Interactive simulation of treatment rooms and radiotherapy equipment combined with accurate 3D patient specific data has been proposed, for example, in Hamza-Lup F. G, Sopin I, Lipsa D, and Zeidan O, (2007) X3D in Radiation Therapy Procedure Planning, International Conference on Web Information Systems and Technologies (WEBIST 2007), March 3-6, Barcelona, Spain (available at http://galati*armstrong*edu/research/webist07*pdf1), for improving treatment planning by using 3D equipment modeling and simulation to detect collisions among components used in delivering external beam radiation therapy treatments thereby saving time and resources in generating a treatment plan. This system, however, only provides for qualitative evaluation and visual inspection of different treatment configurations in a treatment plan. It is desirable to provide a quantitative evaluation of the quality of an entire treatment plan, rather than just individual configurations. Specifically, estimates of the treatment time, treatment safety, and treatment schedule are desired. 1 Due to the prohibition of functioning hyperlinks in patents, all URLs herein are listed as www*xyz*com wherein each “*” is to be interpreted as a “.”. Furthermore, this and other similar systems only model traditional couches and radiotherapy equipment used in photon therapy. Unlike existing patient positioning couches, robotic couches may execute arbitrarily complex trajectories in 3D space.
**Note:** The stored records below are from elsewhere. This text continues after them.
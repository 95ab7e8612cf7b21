"""The per-window shift decision shared by the service and the detection benchmark.

Given each account's current role mixture (refitted against the frozen RolX basis,
Henderson et al., KDD 2012) and its baseline mixture (role dynamics, Rossi et al.,
WSDM 2013), :func:`score_window` says which accounts are scored, their shift score and
which of them raise an alert.  It is pure: arrays in, arrays out.
"""

from __future__ import annotations

from dataclasses import asdict, dataclass

import numpy as np

from .shift import DISTANCES, activity_change, role_aware_distance

__all__ = ["ShiftPolicy", "WindowScores", "score_window", "MEASURES", "STATUSES"]

MEASURES = ("role_aware", "hellinger", "jensen_shannon", "total_variation", "cosine")
STATUSES = ("new", "inactive", "low_activity", "scored")


@dataclass(frozen=True)
class ShiftPolicy:
    """How shift scores are computed and when they alert.

    Attributes
    ----------
    measure : str
        Composition distance, one of :data:`MEASURES`.  Default ``"role_aware"``.
    baseline : str
        Baseline mode for :func:`rolewatch.engine.shift.baseline_mixture`.
    last_k, half_life :
        Parameters of the ``mean`` and ``ewm`` baselines.
    alert_mode : str
        ``"threshold"``: alert when score >= ``threshold``.  ``"budget"``: alert on the
        top ``budget`` share of scored accounts by score, provided score >= ``floor``.
    threshold : float
        Default 0.3 (common practice, no source; the detection benchmark tunes it).
    budget : float
        Share in (0, 1] of scored accounts that may alert per window in budget mode.
    floor : float
        Smallest score that may alert in budget mode.
    min_events : float
        Activity (events) an account needs in both windows to be scored.
    magnitude_weight, error_weight : float
        Weights of the activity-change and reconstruction-error components added to the
        composition distance (0 by default: the score is the composition distance).
    """

    measure: str = "role_aware"
    baseline: str = "previous"
    last_k: int = 4
    half_life: float = 2.0
    alert_mode: str = "threshold"
    threshold: float = 0.3
    budget: float = 0.01
    floor: float = 0.1
    min_events: float = 3.0
    magnitude_weight: float = 0.0
    error_weight: float = 0.0

    def __post_init__(self) -> None:
        if self.measure not in MEASURES:
            raise ValueError(f"unknown shift measure {self.measure!r}; use one of {MEASURES}")
        if self.baseline not in ("previous", "mean", "ewm"):
            raise ValueError(
                f"unknown baseline {self.baseline!r}; use 'previous', 'mean' or 'ewm'")
        if self.alert_mode not in ("threshold", "budget"):
            raise ValueError(
                f"unknown alert mode {self.alert_mode!r}; use 'threshold' or 'budget'")
        if not 0 < self.budget <= 1:
            raise ValueError(f"budget must be a share in (0, 1], got {self.budget}")
        if self.last_k < 1 or not self.half_life > 0:
            raise ValueError("last_k must be >= 1 and half_life > 0")
        if self.min_events < 0 or self.magnitude_weight < 0 or self.error_weight < 0:
            raise ValueError("min_events and the component weights must be non-negative")

    def to_dict(self) -> dict:
        """Plain dict (for storing next to the scores it produced)."""
        return asdict(self)


@dataclass(frozen=True, eq=False)
class WindowScores:
    """Per-account outcome of one window (arrays of length n).

    Attributes
    ----------
    score : float array, NaN where not scored
    composition : float array, distance between current and baseline mixtures (NaN
        without both)
    magnitude : float array, activity change ``|log((1+a)/(1+b))|``
    error : float array, current relative reconstruction error
    status : str array, one of :data:`STATUSES` ("new": no baseline; "inactive": no
        current mixture; "low_activity": fewer than ``min_events`` in either window;
        "scored")
    alert : bool array
    """

    score: np.ndarray
    composition: np.ndarray
    magnitude: np.ndarray
    error: np.ndarray
    status: np.ndarray
    alert: np.ndarray


def score_window(current_mixture, baseline_mixture, current_activity, baseline_activity,
                 current_error, F, policy: ShiftPolicy = ShiftPolicy()) -> WindowScores:
    """Score every account's role shift in one window and pick the alerts.

    Parameters
    ----------
    current_mixture, baseline_mixture : ndarray, shape (n, k)
        Rows sum to 1; NaN rows mean no current mixture / no baseline.
    current_activity, baseline_activity : ndarray, shape (n,)
        Events of the account in the current window and in its baseline window(s).
    current_error : ndarray, shape (n,)
        Relative reconstruction error of the current fit.
    F : ndarray, shape (k, f)
        Role profiles (needed for the ``role_aware`` measure).
    policy : ShiftPolicy

    Returns
    -------
    WindowScores

    Notes
    -----
    score = composition + magnitude_weight * magnitude + error_weight * error.
    Budget mode keeps at most ``floor(budget * n_scored)`` accounts (at least one when
    any account is scored and clears the floor), highest scores first, ties by row.
    """
    cur = np.asarray(current_mixture, dtype=np.float64)
    base = np.asarray(baseline_mixture, dtype=np.float64)
    if cur.ndim != 2 or cur.shape != base.shape:
        raise ValueError(
            f"current and baseline mixtures must be n x k arrays of one shape, got "
            f"{cur.shape} and {base.shape}")
    n = cur.shape[0]
    a = np.asarray(current_activity, dtype=np.float64).reshape(-1)
    b = np.asarray(baseline_activity, dtype=np.float64).reshape(-1)
    err = np.asarray(current_error, dtype=np.float64).reshape(-1)
    if not (a.size == b.size == err.size == n):
        raise ValueError("activity and error arrays need one value per account row")
    has_cur = np.isfinite(cur).all(axis=1)
    has_base = np.isfinite(base).all(axis=1)
    if policy.measure == "role_aware":
        comp = role_aware_distance(cur, base, F)
    else:
        comp = DISTANCES[policy.measure](cur, base)
    mag = activity_change(a, b)
    status = np.full(n, "scored", dtype=object)
    low = ~(a >= policy.min_events) | ~(b >= policy.min_events)
    status[low] = "low_activity"
    status[~has_base] = "new"
    status[~has_cur] = "inactive"
    scored = status == "scored"
    err_term = np.where(np.isfinite(err), err, 0.0)
    total = comp + policy.magnitude_weight * mag + policy.error_weight * err_term
    score = np.where(scored & np.isfinite(total), total, np.nan)
    alert = np.zeros(n, dtype=bool)
    finite = np.isfinite(score)
    if policy.alert_mode == "threshold":
        alert[finite] = score[finite] >= policy.threshold
    else:
        idx = np.flatnonzero(finite)
        quota = int(np.floor(policy.budget * idx.size + 1e-9))
        if idx.size and quota == 0:
            quota = 1
        top = idx[np.argsort(-score[idx], kind="stable")][:quota]
        alert[top[score[top] >= policy.floor]] = True
    return WindowScores(score=score, composition=np.where(has_cur & has_base, comp, np.nan),
                        magnitude=mag, error=err, status=status.astype(str), alert=alert)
From the foregoing it will be apparent that there is still a need for an improved radiation therapy system and method of radiation therapy with improvement in duration of treatment sessions. Primary to such an improvement would be estimates for expected time required for execution of a workflow to deliver a treatment plan and evaluation of safety to patient and equipment expected during the delivery of a treatment according to a given workflow for delivery of a treatment plan.